EDIT: I do agree that my joke would have been an example of malice, if I thought we lived in a world where my wishes could whisk a person away to Never-Never Land. But the entire point of my post was that, like every other rational person, I do not believe we live in such a world.

(If it is any consolation to you, I did not “officially” wish that you would disappear; I just made a joke about doing so. So you can rest easy on that score. Google “use-mention distinction” to clarify the difference.)

last edited at Dec 31, 2024 7:08AM

Img_0215
joined Jul 29, 2017

the only 'terrible thing' erika did in the past was make a wish that someone they are jealous of/angry at disappears lol. What angsty teen hasn't wished someone would disappear.

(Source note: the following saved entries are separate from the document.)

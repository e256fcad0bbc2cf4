import { describe, expect, it } from 'vitest';
import { rasConcMaxFromSvi_gL, trainRasMargins } from '../../../shared/domain/balance/ras.js';
import { stormPeakFlow, stormShare, trainStorm, trainStormFlow_m3h } from '../../../shared/domain/balance/storm.js';
import { DEFAULT_STORM_CHECKS } from '../../../shared/domain/storm.js';
import { estimated, good, unavailable } from '../../../shared/domain/quality.js';

// Fixture plant numbers (tests/unit/domain/balance-fixture.ts): Q 800, Q_R 600 m³/h, X 3.0 g/L,
// SVI 120 mL/g, RAS pumps 850 m³/h, basin 6000 m³, clarifier 1500 m² holding 12 000 kg.
describe('RAS margins of a train (design §3 items 1–3)', () => {
  it('X_R,max = 1200/SVI = 1200/120 = 10 g/L (rule of thumb [CP]); an estimated SVI makes it estimated', () => {
    expect(rasConcMaxFromSvi_gL(good(120), 1200).value).toBeCloseTo(10, 12);
    expect(rasConcMaxFromSvi_gL(estimated(120, 'SVI 8 d old'), 1200)).toMatchObject({ quality: 'estimated', reasons: ['SVI 8 d old'] });
  });
  it('by hand: X_R,req = 3 × 1400/600 = 7; margin 1 − 7/10 = 0.3; R_min = 3/7; Q_R,min = 800 × 3/7 = 342.857; pump margin 1 − 342.857/850', () => {
    const r = trainRasMargins({ influentFlow_m3h: good(800), rasFlow_m3h: good(600), mlss_gL: good(3), rasConcMax_gL: good(10), rasPumpCapacity_m3h: 850 });
    expect(r.requiredRasConc_gL).toMatchObject({ unit: 'g/L', quality: 'good' });
    expect(r.requiredRasConc_gL.value).toBeCloseTo(7, 9);
    expect(r.concentrationMargin.value).toBeCloseTo(0.3, 9);
    expect(r.minRecycleRatio.value).toBeCloseTo(3 / 7, 9);
    expect(r.minRasFlow_m3h.value).toBeCloseTo(800 * 3 / 7, 6);
    expect(r.pumpMargin.value).toBeCloseTo(1 - (800 * 3) / 7 / 850, 9);
    // zero concentration margin at Q = X_R,max·Q_R/X − Q_R = 10·600/3 − 600 = 1400 m³/h (Q_R held)
    expect(r.concentrationLimitFlow_m3h.value).toBeCloseTo(1400, 6);
    // Q·R_min = capacity at Q = 850 × 7/3 = 1983.33 m³/h
    expect(r.pumpLimitFlow_m3h.value).toBeCloseTo(850 * 7 / 3, 6);
  });
  it('an unavailable input makes every figure unavailable with its reason; an uncertain one makes them estimated', () => {
    const r = trainRasMargins({ influentFlow_m3h: good(800), rasFlow_m3h: unavailable('no tag mapped for pump.flow of ras1'), mlss_gL: good(3), rasConcMax_gL: good(10), rasPumpCapacity_m3h: 850 });
    for (const f of [r.requiredRasConc_gL, r.concentrationMargin, r.pumpMargin]) expect(f).toMatchObject({ value: null, reasons: ['no tag mapped for pump.flow of ras1'] });
    const e = trainRasMargins({ influentFlow_m3h: estimated(800, 'FIT-111 flatLine'), rasFlow_m3h: good(600), mlss_gL: good(3), rasConcMax_gL: good(10), rasPumpCapacity_m3h: 850 });
    expect(e.concentrationMargin).toMatchObject({ quality: 'estimated', reasons: ['FIT-111 flatLine'] });
  });
});

describe('storm projection of a train (design §3 item 4)', () => {
  it('storm flow: the plant peak; else factor × mean influent (2 × 800 = 1600, estimated, said so); else unavailable', () => {
    expect(stormPeakFlow(1600, new Map(), 2, 24)).toEqual({ peak: { value: 1600, quality: 'good', reasons: [] }, source: 'plant' });
    const day = new Map(Array.from({ length: 1441 }, (_, m) => [m * 60_000, m % 2 ? 700 : 900] as [number, number]));
    // 721 minutes at 900 and 720 at 700: mean (721·900 + 720·700)/1441 = 800.139 m³/h
    const d = stormPeakFlow(null, day, 2, 24);
    expect(d.source).toBe('setting');
    expect(d.peak.value).toBeCloseTo((2 * (721 * 900 + 720 * 700)) / 1441, 9);
    expect(d.peak.reasons[0]).toMatch(/storm flow taken as 2 × the 24 h mean influent 800 m3\/h/);
    const six = new Map(Array.from({ length: 361 }, (_, m) => [m * 60_000, 800] as [number, number]));
    expect(stormPeakFlow(null, six, 2, 24).peak.reasons[0]).toMatch(/the 6\.0 h mean influent/); // 361 min = 6.02 h
    expect(stormPeakFlow(null, new Map(), 2, 24)).toMatchObject({ source: 'none', peak: { value: null } });
  });
  it('share: 800 of 800 + 400 = 2/3 by measured influent; by volume 6000/9000 when a train flow is unknown', () => {
    expect(stormShare(good(800), [good(800), good(400)], 6000, 9000)).toBeCloseTo(2 / 3, 15);
    expect(stormShare(good(800), [good(800), unavailable('x')], 6000, 12_000)).toBe(0.5);
    expect(trainStormFlow_m3h(good(1800), 2 / 3).value).toBeCloseTo(1200, 9);
  });
  const base = {
    trainCode: 't1', influentFlow_m3h: good(800), rasFlow_m3h: good(600), mlss_gL: good(3), svi_mLg: good(120), stormFlow_m3h: good(1600),
    clarifierMass_kg: good(12_000), aerationVolume_m3: 6000, clarifierArea_m2: 1500, xrFactor: 1200, checks: DEFAULT_STORM_CHECKS,
  };
  it("by hand: X' = 10·600/(1600 + 600) = 2.7273 g/L; moved (3 − 2.7273)·6000 = 1636.4 kg; rise 1636.4 × 0.120/1500 = 0.1309 m; stored (12 000 + 1636.4)/30 000 = 0.4545", () => {
    const s = trainStorm(base);
    expect(s.equilibriumMlss_gL.value).toBeCloseTo(60 / 22, 9);
    expect(s.sludgeToClarifiers_kg.value).toBeCloseTo((3 - 60 / 22) * 6000, 6);
    expect(s.blanketRise_m.value).toBeCloseTo(((3 - 60 / 22) * 6000 * 0.12) / 1500, 9);
    expect(s.storedFraction.value).toBeCloseTo((12_000 + (3 - 60 / 22) * 6000) / 30_000, 9);
    expect(s.checks.map((c) => [c.rule, c.ok])).toEqual([['min-mlss', true], ['max-stored-fraction', false], ['max-blanket-rise', true]]);
  });
  it('clarifier mass unknown: taken as 0 (stored 1636.4/18 000 = 0.0909), estimated and said so; no SVI: unavailable', () => {
    const s = trainStorm({ ...base, clarifierMass_kg: unavailable('LIT-211: bad quality') });
    expect(s.storedFraction.value).toBeCloseTo(((3 - 60 / 22) * 6000) / 18_000, 9);
    expect(s.storedFraction.quality).toBe('estimated');
    expect(s.storedFraction.reasons).toContain('t1: clarifier mass unknown, taken as 0 (stored fraction understated)');
    const noSvi = trainStorm({ ...base, svi_mLg: unavailable('no SVI') });
    expect(noSvi.equilibriumMlss_gL).toMatchObject({ value: null, reasons: ['no SVI'] });
    expect(noSvi.checks).toEqual([]);
  });
});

Yeah. Typical "What angsty teen hasn't done or said something" defense lol.
I can understand as a immature teen couldn't help her thought like"My life would have been much better without that fucker". But actually act on it, especially when "that fucker" is one of your best friends, for the stupidest reason ever like "oh, she steal my crush who l like first even though she has no way of knowing it cause my cowardice", is a totally different story.

Please be explicit. What do you mean by act on it? Beyond making a wish at Tanabata which no one would reasonably expect to be literally actualized, what did she do?

Well, well, well. Another Erika's defender showing up yelling "She has done nothing wrong" is indeed one of my enjoyment now lol.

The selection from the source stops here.